Sort Component Group:
Sort
Sort sorts and merges records.
Sort does the following:
1. Reads the records from all flows connected to the in port until it reaches the
number of bytes specified in the max_core parameter.
2. Sorts the records and writes the results to a temporary file on disk.
3. Repeats Steps 1 and 2 until it has read all records.
4. Merges all temporary files, maintaining the sort order.
5. Writes the result to the out port.
Sort stores temporary files in the working directories specified by its layout.
You can use sort component to order records before you send them to a
component(rollup, scan, Join etc..) that requires grouped or sorted records.

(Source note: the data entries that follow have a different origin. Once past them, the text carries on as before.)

// seriesChart draws a series' history, trend, drawn forecast with its
// interval bands, and the previous run's forecast when there is one.
// At most maxHist periods of history are drawn (0: all), the latest.
func seriesChart(id string, d *seriesData, levels []int, freq string, maxHist int) string {
	allPeriods := len(d.periods)
	if maxHist > 0 && len(d.periods) > maxHist {
		cut := len(d.periods) - maxHist
		dd := *d
		dd.periods, dd.observed, dd.trend = d.periods[cut:], d.observed[cut:], d.trend[cut:]
		d = &dd
	}
	const (
		W, H   = 1000.0, 360.0
		x0, x1 = 78.0, 980.0
		y0, y1 = 312.0, 50.0
	)
	var tmin, tmax time.Time
	seen := false
	note := func(t time.Time) {
		if !seen || t.Before(tmin) {
			tmin = t
		}
		if !seen || t.After(tmax) {
			tmax = t
		}
		seen = true
	}
	lo, hi := math.Inf(1), math.Inf(-1)
	val := func(v float64) {
		if !math.IsNaN(v) && !math.IsInf(v, 0) {
			lo, hi = math.Min(lo, v), math.Max(hi, v)
		}
	}
	for i, t := range d.periods {
		note(t)
		val(d.observed[i])
		val(d.trend[i])
	}
	for _, p := range d.forecast {
		note(p.period)
		val(p.value)
		for j := range p.lower {
			val(p.lower[j])
			val(p.upper[j])
		}
	}
	for _, p := range d.previous {
		if seen && !p.period.Before(tmin) {
			note(p.period)
			val(p.value)
		}
	}
	name := displayKey(d.key)
	if !seen || math.IsInf(lo, 1) {
		s := newSVG(id, "chart series-chart", W, 120, name+": no values", "The run holds no history or forecast values for this series.")
		s.text(W/2, 64, "middle", "axis", "No history or forecast values to draw for this series.")
		return s.String()
	}
	if lo >= 0 {
		lo = 0
	}
	yt, ystep := niceTicks(lo, hi, 5)
	ys := linear{yt[0], yt[len(yt)-1], y0, y1}
	// Half a period of room at each end so the first and last points do
	// not sit on the frame.
	pad := periodDays(freq) / 2
	xs := linear{days(tmin) - pad, days(tmax) + pad, x0, x1}

	var desc strings.Builder
	obsN, obsLo, obsHi := 0, math.Inf(1), math.Inf(-1)
	for _, v := range d.observed {
		if !math.IsNaN(v) {
			obsN++
			obsLo, obsHi = math.Min(obsLo, v), math.Max(obsHi, v)
		}
	}
	if len(d.periods) < allPeriods {
		fmt.Fprintf(&desc, "The last %d of %d periods of history are drawn. ", len(d.periods), allPeriods)
	}
	if len(d.periods) > 0 {
		fmt.Fprintf(&desc, "History: %d periods from %s to %s, %d observed values from %s to %s. ",
			len(d.periods), isoDate(d.periods[0]), isoDate(d.periods[len(d.periods)-1]), obsN, fmtAuto(obsLo), fmtAuto(obsHi))
	} else {
		desc.WriteString("No history in the components table. ")
	}
	if len(d.forecast) > 0 {
		fv := make([]float64, 0, len(d.forecast))
		for _, p := range d.forecast {
			if !math.IsNaN(p.value) {
				fv = append(fv, p.value)
			}
		}
		fmt.Fprintf(&desc, "Forecast by %s: %d periods from %s to %s", d.method, len(d.forecast), isoDate(d.forecast[0].period), isoDate(d.forecast[len(d.forecast)-1].period))
		if len(fv) > 0 {
			sort.Float64s(fv)
			fmt.Fprintf(&desc, ", values from %s to %s", fmtAuto(fv[0]), fmtAuto(fv[len(fv)-1]))
		}
		desc.WriteString(". ")
		if lv := drawnLevels(d, levels); len(lv) > 0 {
			fmt.Fprintf(&desc, "Shaded: the %s interval%s. ", joinLevels(lv), map[bool]string{true: "s", false: ""}[len(lv) > 1])
		}
	} else {
		desc.WriteString("No forecast. ")
	}
	if len(d.previous) > 0 {
		fmt.Fprintf(&desc, "Dotted grey: the previous run's forecast by %s. ", d.prevWhat)
	}
	s := newSVG(id, "chart series-chart", W, H, name+": history and forecast", strings.TrimSpace(desc.String()))

	// grid and axes
	for _, t := range yt {
		y := ys.at(t)
		stroke := colGrid
		if t == 0 && yt[0] < 0 {
			stroke = colAxis
		}
		s.line(x0, y, x1, y, stroke, 1, "")
		s.text(x0-8, y+4, "end", "tick", fmtNum(t, decimalsFor(ystep)))
	}
	padDur := time.Duration(pad * 24 * float64(time.Hour))
	for _, t := range dateTicks(tmin.Add(-padDur), tmax.Add(padDur), 9) {
		x := xs.at(days(t.at))
		s.line(x, y0, x, y0+5, colAxis, 1, "")
		s.line(x, y1, x, y0, colGrid, 1, "2 4")
		s.text(x, y0+19, "middle", "tick", t.label)
	}
	s.line(x0, y0, x1, y0, colAxis, 1, "")

	// forecast bands, widest first
	lv := drawnLevels(d, levels)
	if len(d.forecast) > 0 {
		fx := make([]float64, len(d.forecast))
		for i, p := range d.forecast {
			fx[i] = xs.at(days(p.period))
		}
		drawnSet := map[int]bool{}
		for _, l := range lv {
			drawnSet[l] = true
		}
		order := make([]int, 0, len(levels))
		for j := range levels {
			if drawnSet[levels[j]] {
				order = append(order, j)
			}
		}
		sort.Slice(order, func(a, b int) bool { return levels[order[a]] > levels[order[b]] })
		for rank, j := range order {
			lo := make([]float64, len(d.forecast))
			up := make([]float64, len(d.forecast))
			for i, p := range d.forecast {
				lo[i], up[i] = ys.at(p.lower[j]), ys.at(p.upper[j])
				if math.IsNaN(p.lower[j]) || math.IsNaN(p.upper[j]) {
					lo[i], up[i] = math.NaN(), math.NaN()
				}
			}
			if path := bandOf(fx, lo, up); path != "" {
				op := 0.14 + 0.14*float64(rank)
				s.raw(`<path d="%s" fill="%s" fill-opacity="%.2f" stroke="none"><title>%d%% interval</title></path>`, path, colForecast, op, levels[j])
			}
		}
		// where the forecast starts
		fs := xs.at(days(d.forecast[0].period)) - (xs.at(days(d.forecast[0].period))-xs.at(days(d.forecast[0].period)-periodDays(freq)))/2
		s.line(fs, y1-6, fs, y0, colAxis, 1, "3 3")
		label := "forecast from " + isoDate(d.forecast[0].period)
		if fs+4+float64(textWidth(label, 12)) > W-4 {
			s.text(fs-4, y1-8, "end", "small", label)
		} else {
			s.text(fs+4, y1-8, "start", "small", label)
		}
	}

	if len(d.periods) > 0 {
		px := make([]float64, len(d.periods))
		py := make([]float64, len(d.periods))
		pt := make([]float64, len(d.periods))
		for i, t := range d.periods {
			px[i] = xs.at(days(t))
			py[i] = scaleOrNaN(ys, d.observed[i])
			pt[i] = scaleOrNaN(ys, d.trend[i])
		}
		if p := pathOf(px, pt); p != "" {
			s.raw(`<path d="%s" fill="none" stroke="%s" stroke-width="2" stroke-dasharray="7 4"/>`, p, colTrend)
		}
		if p := pathOf(px, py); p != "" {
			s.raw(`<path d="%s" fill="none" stroke="%s" stroke-width="1.4" stroke-linejoin="round"/>`, p, colObserved)
		}
	}
	if len(d.previous) > 0 {
		var qx, qy []float64
		for _, p := range d.previous {
			if p.period.Before(tmin) {
				continue
			}
			qx = append(qx, xs.at(days(p.period)))
			qy = append(qy, scaleOrNaN(ys, p.value))
		}
		if p := pathOf(qx, qy); p != "" {
			s.raw(`<path d="%s" fill="none" stroke="%s" stroke-width="2" stroke-dasharray="2 3"/>`, p, colPrevious)
		}
	}
	if len(d.forecast) > 0 {
		fx := make([]float64, len(d.forecast))
		fy := make([]float64, len(d.forecast))
		for i, p := range d.forecast {
			fx[i] = xs.at(days(p.period))
			fy[i] = scaleOrNaN(ys, p.value)
		}
		if p := pathOf(fx, fy); p != "" {
			s.raw(`<path d="%s" fill="none" stroke="%s" stroke-width="2.2" stroke-linejoin="round"/>`, p, colForecast)
		}
		if len(d.forecast) <= 60 {
			for i := range fx {
				if !math.IsNaN(fy[i]) {
					s.raw(`<circle cx="%.1f" cy="%.1f" r="2.4" fill="%s"/>`, fx[i], fy[i], colForecast)
				}
			}
		}
	}

	// legend, one row above the plot
	lx := x0
	item := func(draw func(x float64), label string) {
		draw(lx)
		s.text(lx+30, 20, "start", "small", label)
		lx += 30 + float64(textWidth(label, 12)) + 22
	}
	if len(d.periods) > 0 {
		item(func(x float64) { s.line(x, 16, x+24, 16, colObserved, 1.6, "") }, "observed")
		hasTrend := false
		for _, v := range d.trend {
			if !math.IsNaN(v) {
				hasTrend = true
				break
			}
		}
		if hasTrend {
			item(func(x float64) { s.line(x, 16, x+24, 16, colTrend, 2, "7 4") }, "trend ("+d.decomp+")")
		}
	}
	if len(d.forecast) > 0 {
		item(func(x float64) { s.line(x, 16, x+24, 16, colForecast, 2.2, "") }, "forecast: "+d.method)
		for rank, l := range sortedDesc(lv) {
			item(func(x float64) {
				// inner bands lie over the outer ones: show the sum
				for r := 0; r <= rank; r++ {
					s.rect(x, 10, 24, 12, colForecast, fmt.Sprintf(` fill-opacity="%.2f"`, 0.14+0.14*float64(r)))
				}
			}, fmt.Sprintf("%d%% interval", l))
		}
	}
	if len(d.previous) > 0 {
		item(func(x float64) { s.line(x, 16, x+24, 16, colPrevious, 2, "2 3") }, "previous run: "+d.prevWhat)
	}
	return s.String()
}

NOTE: Sort component is relatively expensive in terms of computing resources —
because it writes files to disk, thus breaking pipeline parallelism. Therefore,
you should place sort in a graph such that it processes the smallest number of
records possible.
Tip:you do not need to use a Gather Component before sort component— because Sort
can gather internally on its in port.
Parameters:
Key:
Name(s) of the key field(s) and the sequence specifier(s) you want the component to
use when it orders records.
max-core:
Maximum memory usage in bytes.
Default is 100663296 (100 MB).
Q. Display the names of the employee in descending order of salary
Q. What is max_core? What value will you provide in the sort?
Q. What will happen if I use high value to max_core?

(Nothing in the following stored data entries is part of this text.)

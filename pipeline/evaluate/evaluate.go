// Package evaluate is the Evaluation stage: rolling-origin backtests of
// every method on every series, per-series selection (and an optional
// combination entry), prediction intervals and the leaderboard.
package evaluate

import (
	"fmt"
	"math"
	"slices"
	"sort"

	"almanac/engines"
	"almanac/pipeline/forecast"
	"almanac/pipeline/runfolder"
	"almanac/pipeline/series"
	"almanac/spec"
)

// The Evaluation stage: rolling-origin backtests of every method on every
// series, per-series selection (and an optional combination entry), and
// prediction intervals. It runs as a first pass over the series, before the
// final forecasts; what it learns per series (the choice, the combination's
// members) and across series (the distribution of scaled errors at each
// step ahead) is read by the second pass.

// Evaluation is the state shared by both passes. Pass 1 fills it from the
// single goroutine that emits results, so it needs no locks; pass 2 only
// reads it.
type Evaluation struct {
	bt      spec.Backtest
	metric  string
	combo   *spec.Combination
	choose  string   // spec.ChooseBest or spec.ChooseCombination
	labels  []string // method labels in spec order, then the combination's
	levels  []int
	source  string // empirical | model
	allMeth bool

	choices []seriesChoice // by series index
	// iv pools the backtest errors of every series per entry, scaled by
	// each series' in-sample seasonal naive MAE, for bounds and totals
	// (intervals.go).
	iv intervalState

	// Leaderboard material: each series' mean MASE per entry, and wins.
	mase      map[string][]float64
	wins      map[string]int
	fallback  string
	fallbacks int
	route     map[string][]string
}

// seriesChoice is what pass 1 decided for one series.
type seriesChoice struct {
	chosen   string              // label, "" for a series with no usable history
	fallback bool                // chosen is the fallback: no entry could be scored
	members  []string            // the combination's methods for this series
	weights  []float64           // their weights (kind weighted), summing to 1; nil: equal
	problems []runfolder.Problem // the backtest's problems rows, written with the series
}

// New prepares the evaluation of n series; nil without a backtest.
func New(s *spec.Spec, n int) *Evaluation {
	if s.Backtest.Folds == 0 {
		return nil
	}
	e := &Evaluation{bt: s.Backtest, metric: s.Selection.Metric, combo: s.Selection.Combine, choose: s.Selection.Choose,
		levels: s.Intervals.Levels, source: s.Intervals.Source, allMeth: s.Intervals.AllMethods,
		choices: make([]seriesChoice, n),
		mase:    map[string][]float64{}, wins: map[string]int{}, fallback: s.Selection.Fallback, route: s.Selection.Route}
	for _, m := range s.Methods {
		e.labels = append(e.labels, m.Label)
	}
	if e.combo != nil {
		e.labels = append(e.labels, e.combo.Label)
	}
	e.initIntervals(s)
	return e
}

// entryBacktest is one method (or the combination) on every fold of one series.
type entryBacktest struct {
	label  string
	folds  []foldScore
	score  float64 // mean of the selection metric over the folds; NaN if ineligible
	mase   float64 // mean MASE over the folds
	reason string  // why the entry is ineligible
	fills  []fill  // folds whose training slice was filled (imputed.go)
}

type foldScore struct {
	fold   fold
	fc     []float64
	scores engines.Scores
	failed bool
	// noActuals: every actual of the test window is missing (closed
	// periods, gaps), so no entry can be scored on this fold.
	noActuals bool
}

// Backtest is pass 1's output for one series.
type Backtest struct {
	Series   *series.Series
	entries  []entryBacktest
	chosen   int // index into entries; -1 none
	runnerUp int
	reason   string
	folds    int
	Problems []runfolder.Problem
	demand   *engines.DemandClass
}

// metricOf picks the selection metric out of a fold's scores.
func metricOf(sc engines.Scores, metric string) float64 {
	switch metric {
	case "mase":
		return sc.MASE
	case "rmsse":
		return sc.RMSSE
	case "mae":
		return sc.MAE
	case "rmse":
		return sc.RMSE
	case "mape":
		return sc.MAPE
	case "smape":
		return sc.SMAPE
	case "wape":
		return sc.WAPE
	}
	panic("pipeline: unknown metric " + metric)
}

// Backtest runs pass 1 on one series with w's methods.
func (e *Evaluation) Backtest(w *forecast.Work, s *series.Series) *Backtest {
	r := &Backtest{Series: s, chosen: -1, runnerUp: -1}
	if s.Skip != "" || forecast.AllMissing(s.Values) {
		r.reason = "no usable history"
		return r
	}
	if d, ok := classifyDemand(s.Values); ok {
		r.demand = &d
	}
	y := s.Values
	m := w.Spec.Calendar.SeasonLength
	folds, dropped := planFolds(len(y), e.bt)
	r.folds = len(folds)
	if dropped > 0 {
		msg := fmt.Sprintf("only %d of %d backtest folds fit a history of %d periods (min_train %d, horizon %d, step %d)",
			len(folds), e.bt.Folds, len(y), e.bt.MinTrain, e.bt.Horizon, e.bt.Step)
		r.Problems = append(r.Problems, runfolder.Problem{Key: s.Key, Stage: "backtest", Severity: "warning", Code: runfolder.CodeBacktestShort, Message: msg})
	}
	if len(folds) == 0 {
		r.reason = fmt.Sprintf("history too short for any backtest fold; fell back to %s", w.Spec.Selection.Fallback)
		if e.combinationAlways() {
			r.reason = fmt.Sprintf("history too short for any backtest fold; the combination %s of every method with equal weights", e.combo.Label)
		}
		return r
	}
	for _, mr := range w.Methods {
		r.entries = append(r.entries, e.backtestMethod(w, mr, s, folds))
	}
	r.Problems = append(r.Problems, imputedProblems(s.Key, r.entries)...)
	for i := range r.entries {
		e.scoreEntry(&r.entries[i])
	}
	routed := ""
	if r.demand != nil {
		if allowed, ok := e.route[r.demand.Class]; ok {
			routed = r.demand.Class
			for i := range r.entries {
				if !slices.Contains(allowed, r.entries[i].label) && r.entries[i].reason == "" {
					r.entries[i].reason = "not routed to " + routed + " demand"
					r.entries[i].score = math.NaN()
				}
			}
		}
	}
	if e.combo != nil {
		cb := e.combination(r.entries, y, m, folds)
		if routed != "" && !slices.Contains(e.route[routed], cb.label) {
			cb.reason, cb.score = "not routed to "+routed+" demand", math.NaN()
		}
		r.entries = append(r.entries, cb)
	}
	// Choose: the lowest score; ties go to the earlier entry (spec order,
	// the combination last).
	order := make([]int, 0, len(r.entries))
	for i, eb := range r.entries {
		if !math.IsNaN(eb.score) {
			order = append(order, i)
		}
	}
	slices.SortStableFunc(order, func(a, b int) int {
		sa, sb := r.entries[a].score, r.entries[b].score
		switch {
		case sa < sb:
			return -1
		case sa > sb:
			return 1
		}
		return 0
	})
	if len(order) == 0 {
		r.reason = fmt.Sprintf("no method could be scored on the backtest; fell back to %s", w.Spec.Selection.Fallback)
		return r
	}
	r.chosen = order[0]
	r.reason = fmt.Sprintf("lowest mean %s over %d fold(s)", e.metric, len(folds))
	if routed != "" {
		r.reason += " among the methods routed to " + routed + " demand"
	}
	if len(order) > 1 {
		r.runnerUp = order[1]
	} else {
		r.reason = fmt.Sprintf("the only entry scored on %d fold(s)", len(folds))
	}
	if last := len(r.entries) - 1; e.combinationAlways() && !math.IsNaN(r.entries[last].score) {
		// choose: combination — the combination for every series where
		// it could be scored; the runner-up is the best other entry.
		r.chosen, r.runnerUp = last, -1
		for _, i := range order {
			if i != last {
				r.runnerUp = i
				break
			}
		}
		r.reason = fmt.Sprintf("the combination, for every series (choose: combination); mean %s over %d fold(s)", e.metric, len(folds))
	}
	return r
}

// combinationAlways reports whether the spec chooses its combination for
// every series (selection.choose: combination).
func (e *Evaluation) combinationAlways() bool {
	return e.choose == spec.ChooseCombination && e.combo != nil
}

// backtestMethod runs one method on every fold of y.
// Closed periods are missing values (NaN) in y, so a test window's closed
// periods are never scored: engines.PointScores skips NaN actuals.
func (e *Evaluation) backtestMethod(w *forecast.Work, mr forecast.Method, s *series.Series, folds []fold) entryBacktest {
	m := w.Spec.Calendar.SeasonLength
	seasons := w.Spec.Calendar.AllSeasons()
	y := s.Values
	method := mr.Engine
	eb := entryBacktest{label: mr.Spec.Label, folds: make([]foldScore, 0, len(folds))}
	for _, f := range folds {
		// SafeForecastSeries caps the training slice's capacity: a method
		// cannot reach past the origin by reslicing its input. Drivers
		// reach to the end of the fold's horizon (known in advance).
		train := y[f.TrainStart:f.TrainEnd:f.TrainEnd]
		test := y[f.TrainEnd:f.TestEnd]
		res, err := forecast.SafeForecastSeries(method, s, seasons, f.TrainStart, f.TrainEnd, e.bt.Horizon, false)
		if err != nil {
			eb.folds = append(eb.folds, foldScore{fold: f, failed: true})
			if eb.reason == "" {
				eb.reason = fmt.Sprintf("failed on fold %d: %s", f.Index, forecast.TrimName(err.Error(), mr.Spec.Method))
			}
			continue
		}
		if res.Imputed > 0 {
			eb.fills = append(eb.fills, fill{fold: f.Index, n: res.Imputed, of: len(train), how: res.Fill})
		}
		sc, _ := engines.PointScores(test, res.Values[:len(test)], train, m)
		eb.folds = append(eb.folds, foldScore{fold: f, fc: res.Values, scores: sc, noActuals: forecast.AllMissing(test)})
	}
	return eb
}

// scoreEntry averages the selection metric and MASE over the folds; an
// entry that failed on a fold, or whose metric is undefined on one, is
// ineligible.
func (e *Evaluation) scoreEntry(eb *entryBacktest) {
	eb.score, eb.mase = math.NaN(), math.NaN()
	if len(eb.folds) == 0 || eb.reason != "" {
		return
	}
	var sum, msum float64
	mn, scored := 0, 0
	for _, f := range eb.folds {
		if f.noActuals {
			// Every actual of the test window is missing (closed, or a
			// gap): nothing to score, for any entry; the fold is left
			// out of the means rather than making the entry ineligible.
			continue
		}
		scored++
		v := metricOf(f.scores, e.metric)
		if math.IsNaN(v) || math.IsInf(v, 0) {
			eb.reason = fmt.Sprintf("%s undefined on fold %d", e.metric, f.fold.Index)
			return
		}
		sum += v
		if !math.IsNaN(f.scores.MASE) && !math.IsInf(f.scores.MASE, 0) {
			msum += f.scores.MASE
			mn++
		}
	}
	if scored == 0 {
		eb.reason = "no observed value in any fold's test window"
		return
	}
	eb.score = sum / float64(scored)
	if mn == scored {
		eb.mase = msum / float64(mn)
	}
}

// topMembers ranks the eligible methods of a series and returns the labels
// of the best k (ties by spec order), or nil when fewer than two qualify.
func topMembers(entries []entryBacktest, k int) []int {
	var idx []int
	for i, eb := range entries {
		if !math.IsNaN(eb.score) {
			idx = append(idx, i)
		}
	}
	slices.SortStableFunc(idx, func(a, b int) int {
		switch sa, sb := entries[a].score, entries[b].score; {
		case sa < sb:
			return -1
		case sa > sb:
			return 1
		}
		return 0
	})
	if len(idx) < 2 {
		return nil
	}
	return idx[:min(k, len(idx))]
}

// combination backtests the mean or median of the series' top methods, on
// the same folds. The members are ranked by their own backtest scores on
// these folds (common practice for forecast combinations; the ranking sees
// the folds it is scored on, which flatters the combination slightly).
func (e *Evaluation) combination(entries []entryBacktest, y []float64, m int, folds []fold) entryBacktest {
	eb := entryBacktest{label: e.combo.Label}
	members := topMembers(entries, e.combo.Top)
	if members == nil {
		eb.reason = "fewer than two methods could be scored"
		eb.score, eb.mase = math.NaN(), math.NaN()
		return eb
	}
	weights := e.memberWeights(entries, members)
	for fi, f := range folds {
		fcs := make([][]float64, len(members))
		for j, mi := range members {
			fcs[j] = entries[mi].folds[fi].fc
		}
		fc := combineForecasts(e.combo.Kind, fcs, weights)
		train := y[f.TrainStart:f.TrainEnd:f.TrainEnd]
		test := y[f.TrainEnd:f.TestEnd]
		sc, _ := engines.PointScores(test, fc[:len(test)], train, m)
		eb.folds = append(eb.folds, foldScore{fold: f, fc: fc, scores: sc, noActuals: forecast.AllMissing(test)})
	}
	e.scoreEntry(&eb)
	return eb
}

// memberWeights returns the weights of a weighted combination of the given
// members: w_i ∝ 1 / (member i's mean backtest score on the selection
// metric), summing to 1. Members with a score of 0 share all the weight
// (the limit of the rule). Nil for the other kinds, and for a weighted
// combination without scores (equal weights).
func (e *Evaluation) memberWeights(entries []entryBacktest, members []int) []float64 {
	if e.combo.Kind != spec.CombineWeighted || len(members) == 0 {
		return nil
	}
	w := make([]float64, len(members))
	zeros := 0
	for _, mi := range members {
		sc := entries[mi].score
		if math.IsNaN(sc) || math.IsInf(sc, 0) || sc < 0 {
			return nil
		}
		if sc == 0 {
			zeros++
		}
	}
	total := 0.0
	for j, mi := range members {
		sc := entries[mi].score
		switch {
		case zeros > 0 && sc == 0:
			w[j] = 1
		case zeros == 0:
			w[j] = 1 / sc
		}
		total += w[j]
	}
	for j := range w {
		w[j] /= total
	}
	return w
}

// combineForecasts is the step-by-step mean, median or weighted mean (when
// weights is not nil; weights sum to 1) of several forecasts.
func combineForecasts(kind string, fcs [][]float64, weights []float64) []float64 {
	h := len(fcs[0])
	out := make([]float64, h)
	col := make([]float64, len(fcs))
	for s := 0; s < h; s++ {
		for j := range fcs {
			col[j] = fcs[j][s]
		}
		if weights != nil {
			sum := 0.0
			for j, v := range col {
				sum += weights[j] * v
			}
			out[s] = sum
			continue
		}
		if kind == "median" {
			sort.Float64s(col)
			k := len(col)
			if k%2 == 1 {
				out[s] = col[k/2]
			} else {
				out[s] = (col[k/2-1] + col[k/2]) / 2
			}
		} else {
			sum := 0.0
			for _, v := range col {
				sum += v
			}
			out[s] = sum / float64(len(col))
		}
	}
	return out
}

// Record is pass 1's emit step for one series: it feeds the error pools, the
// leaderboard and the choices, in series order.
func (e *Evaluation) Record(i int, r *Backtest) {
	c := seriesChoice{}
	if r.chosen >= 0 {
		c.chosen = r.entries[r.chosen].label
		e.wins[c.chosen]++
	} else if c.chosen = e.choiceFor(r); c.chosen != "" {
		if e.combinationAlways() && len(r.entries) == 0 {
			// No backtest fold: the combination of every method, with
			// equal weights.
			c.members = e.labels[:len(e.labels)-1]
			e.wins[c.chosen]++
		} else {
			c.fallback = true
			e.fallbacks++
		}
	}
	if e.combo != nil && len(r.entries) > 0 {
		members := topMembers(r.entries[:len(r.entries)-1], e.combo.Top)
		for _, mi := range members {
			c.members = append(c.members, r.entries[mi].label)
		}
		c.weights = e.memberWeights(r.entries, members)
	}
	e.choices[i] = c
	for _, eb := range r.entries {
		if !math.IsNaN(eb.mase) {
			e.mase[eb.label] = append(e.mase[eb.label], eb.mase)
		}
		if eb.reason != "" {
			continue
		}
		for _, f := range eb.folds {
			e.recordWindow(eb.label, r.demand, r.Series.Values[f.fold.TrainEnd:f.fold.TestEnd], f.fc, f.scores.MASEScale)
		}
	}
	e.choices[i].problems = r.Problems // written with the series in pass 2
}

// choiceFor is the label a series without a scored entry falls back to, or
// "" when it has no usable history. With choose: combination, a series too
// short for any fold gets the combination (of every method, equal weights).
func (e *Evaluation) choiceFor(r *Backtest) string {
	if r.Series.Skip != "" || forecast.AllMissing(r.Series.Values) {
		return ""
	}
	if e.combinationAlways() && len(r.entries) == 0 {
		return e.combo.Label
	}
	return e.fallback
}

// classifyDemand labels a series' demand pattern when it has any demand.
func classifyDemand(y []float64) (engines.DemandClass, bool) {
	for _, v := range y {
		if v < 0 {
			return engines.DemandClass{}, false
		}
	}
	d := engines.ClassifyDemand(y)
	return d, d.Class != engines.DemandNone
}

Q. What will happen if I use low value to max_core?
Q. What is the advantage and disadvantage of sort?
Sort within groups
Sort within Groups refines the sorting of records already sorted according to one
key specifier: it sorts the records within the groups formed by the first sort
according to a second key specifier.
Sort within groups does the following:
1. Reads records from all the flows connected to the in port until it either
reaches the end of a group or reachesthe number of bytes specified in the max_core
parameter.
2. Sorts the records in the group according to the minor_key parameter. Sort within
Groups assumes input records are sorted according to the major-key parameter.
If Sort within Groups encounters input that is not sorted according to the major-
key parameter, and the allow-unsorted parameter is not set to True, it stops
execution of the graph with an error message reporting the first two out-of-order
records.
3. Writes the results to the out port.
4. When it reaches the end of a group, repeats Steps 1 through 3 for the next
group.
Parameters
major-key
Specify name(s) of key field(s) and sequence specifier(s). Sort within Groups
assumes that the input has already been ordered according to major-key.
minor-key
Name(s) of the key field(s) and the sequence specifier(s) you want the component to
use when it orders records.
max-core
Maximum memory usage in bytes before the component stops execution of the graph.
Default is 10485760 (10 MB).
Q. When we use sort within groups?
Q. Is there any advantage of sort within groups over sort?
Q. What if my data is not sorted based on major_key?
Q. Shall I use composite key in major_key or/and minor key?
Q. In sort with in groups component if I specify true for allow-unsorted parameter
and I give unsorted input what will happen to the graph?